Lags happen every hour. Most time they are about 20 sec, but sometimes - several minutes.
解决方案
Look at your Java documentation for the "java -X..." options for turning on GC logging. That will tell you whether you are collecting old or new generation, and how long the collections are taking.
A pause of "several minutes" sounds extraordinary. Are you sure that you aren't just running with a heap size that is too small, or on a machine with not enough physical memory?

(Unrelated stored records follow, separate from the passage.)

// E-mail about fits. Sending happens after the commit and never fails the request: a lost
// notification is logged, the fit and the review stand.
import type { DataSource } from 'typeorm';
import type { Config } from '../../config';
import type { DeviceRow, FitRow } from '../../db/entities';
import type { Mailer } from '../../mail/mailer';
import { labName } from '../users/repository';
import { headline } from './json';
import { experimentalistsWithPlansOn } from '../planning/repository';
import { activeUsersWithRole, usersById } from './repository';

const deviceLink = (config: Pick<Config, 'appUrl'>, device: DeviceRow) => `${config.appUrl}/devices/${device.id}`;

/** A new proposed fit: every active device engineer of the lab reviews fits. */
export async function notifyFitProposed(
  ds: DataSource,
  mailer: Mailer,
  config: Pick<Config, 'appUrl'>,
  fit: FitRow,
  device: DeviceRow,
  proposerId: number | null,
): Promise<number> {
  const em = ds.manager;
  const [recipients, users, lab] = await Promise.all([
    activeUsersWithRole(em, fit.labId, 'device_engineer'),
    usersById(em, [proposerId]),
    labName(em, fit.labId),
  ]);
  const proposer = proposerId !== null ? users.get(proposerId) : undefined;
  for (const r of recipients) {
    await mailer.sendFitProposed({
      to: r.email,
      name: r.name,
      labName: lab,
      deviceName: device.name,
      version: fit.version,
      model: fit.model,
      kind: fit.kind,
      proposerName: proposer?.name ?? null,
      summary: headline(fit.calibration),
      link: deviceLink(config, device),
    });
  }
  return recipients.length;
}

/**
 * An accepted calibration: the active experimentalists who have saved plans on the device are told
 * (their plans are now stale and can be re-planned). Nobody else: without plans there is no one to
 * tell.
 */
export async function notifyCalibrationAccepted(
  ds: DataSource,
  mailer: Mailer,
  config: Pick<Config, 'appUrl'>,
  fit: FitRow,
  device: DeviceRow,
  reviewerName: string,
): Promise<number> {
  const em = ds.manager;
  const [recipients, lab] = await Promise.all([experimentalistsWithPlansOn(em, fit.labId, device.id), labName(em, fit.labId)]);
  for (const r of recipients) {
    await mailer.sendCalibrationAccepted({
      to: r.email,
      name: r.name,
      labName: lab,
      deviceName: device.name,
      version: fit.version,
      reviewerName,
      comment: fit.reviewComment,
      summary: headline(fit.calibration),
      link: deviceLink(config, device),
    });
  }
  return recipients.length;
}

If your heap too close to full,
the GC will be triggered again and
again, resulting in your server
spending most of its CPU time in the
GC. This will show up in the GC
logs.
If you use a large heap on a machine
with not enough physical memory,
a full GC is liable to cause
your machine to "thrash", spending
most of its time madly moving virtual
memory pages to and from disc. You
can observe this using system
monitoring tools; e.g. by watching
the console output from "vmstat 5" on
a typical UNIX/Linux system.
FOLLOWUP
Contrary to the OP's belief, turning on GC logging is unlikely to make a noticeable difference to performance.
The Understanding Concurrent Mark Sweep Garbage Collector Logs page on the Oracle site should be helpful in interpreting GC logs.
Finally, the OP's conclusion that this is a "fragmentation" problem is unlikely, and (IMO) unsupported by the snippets of evidence that he has provided. It is most likely something else.